[Stored items]
□ □ □ □ □ □ □

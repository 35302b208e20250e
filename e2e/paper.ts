import { execFileSync } from 'node:child_process'
import { mkdtempSync, writeFileSync } from 'node:fs'
import { tmpdir } from 'node:os'
import { join } from 'node:path'
import type { Page } from '@playwright/test'
import { getDocumentProxy } from 'unpdf'
import type { DocumentId, SheetDocument, SheetSection } from '../src/worksheet/types.ts'

/* Reads a printed page back, and asks the model what it must say. */

export interface Expected {
  readonly documents: readonly SheetDocument[]
  readonly answer: {
    readonly solution: Readonly<Record<string, number | null>>
    readonly lines: readonly Readonly<Record<string, number | string | null>>[]
  }
}

/** A piece of text on paper; in points from the lower left corner. */
export interface Piece {
  readonly text: string
  readonly left: number
  readonly right: number
  readonly bottom: number
  readonly size: number
}

export interface PaperPage {
  readonly width: number
  readonly height: number
  readonly pieces: readonly Piece[]
  readonly text: string
}

export const squeezed = (text: string) => text.replaceAll(/\s+/g, '')

interface TextItem {
  readonly str: string
  readonly width: number
  readonly transform: readonly number[]
}

export async function readPaper(bytes: Uint8Array): Promise<readonly PaperPage[]> {
  const pdf = await getDocumentProxy(bytes)
  const pages: PaperPage[] = []
  for (let number = 1; number <= pdf.numPages; number += 1) {
    const page = await pdf.getPage(number)
    const { items } = (await page.getTextContent()) as unknown as { items: readonly TextItem[] }
    const { width, height } = page.getViewport({ scale: 1 })
    const pieces = items
      .filter(({ str }) => str.trim() !== '')
      .map(({ str, width: wide, transform: [, , , size = 0, left = 0, bottom = 0] }) => ({
        text: str,
        left,
        right: left + wide,
        bottom,
        size: Math.abs(size),
      }))
    pages.push({ width, height, pieces, text: pieces.map(({ text }) => text).join(' ') })
  }
  return pages
}

export const printed = async (page: Page) =>
  readPaper(new Uint8Array(await page.pdf({ preferCSSPageSize: true })))

/** What the documents of the formula that is now on the page must say. */
export async function expectedOf(page: Page, documents: readonly DocumentId[] = []): Promise<Expected> {
  const [download] = await Promise.all([
    page.waitForEvent('download'),
    page.getByRole('button', { name: 'Save as file' }).click(),
  ])
  const file = join(mkdtempSync(join(tmpdir(), 'evenwater-')), 'formula.json')
  await download.saveAs(file)
  const output = execFileSync(
    process.execPath,
    ['--import', 'tsx', 'e2e/expected-sheet.ts', file, ...documents],
    { encoding: 'utf8', maxBuffer: 1 << 26 },
  )
  return JSON.parse(output) as Expected
}

/* A figure with its thousands marked, wherever it stands in a text. */
export const figuresIn = (text: string): ReadonlySet<string> =>
  new Set(text.match(/\d[\d,]*(?:\.\d+)?/g)?.map((token) => token.replace(/,$/, '')) ?? [])

const notShown = new Set(['kind', 'id', 'align', 'room', 'code', 'severity'])

/** Every string that the documents show. */
export function stringsOf(value: unknown): readonly string[] {
  if (typeof value === 'string') return [value]
  if (typeof value !== 'object' || value === null) return []
  return Object.entries(value).flatMap(([key, part]) => (notShown.has(key) ? [] : stringsOf(part)))
}

/** What must not be torn apart by the end of a page: a row, a field, a step, a caution. */
export function wholesOf(section: SheetSection): readonly (readonly string[])[] {
  switch (section.kind) {
    case 'table':
      return section.rows.map((row) => row.flatMap(({ text, small }) => [text, small ?? '']))
    case 'fields':
      return section.fields.map(({ label, value, limit }) => [label, value ?? '', limit ?? ''])
    case 'steps':
      return section.steps.map(({ text, reason }) => [text, reason])
    case 'cautions':
      return section.cautions.map(({ text, wayOut, source }) => [text, wayOut, source])
    case 'label':
      return [[section.name, ...section.lines]]
    default:
      return []
  }
}

/** Keeps a copy of the paper to be looked at, where a folder for it is named. */
export async function keepPaper(page: Page, name: string): Promise<void> {
  const folder = process.env['PAPER_FOLDER']
  if (folder) writeFileSync(join(folder, `${name}.pdf`), await page.pdf({ preferCSSPageSize: true }))
}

□ □ □ □ □ □ □

Task prompt:
Whenever a line above holds the word "label", include it in your count, and report nothing but that count.

Exercise solution:
2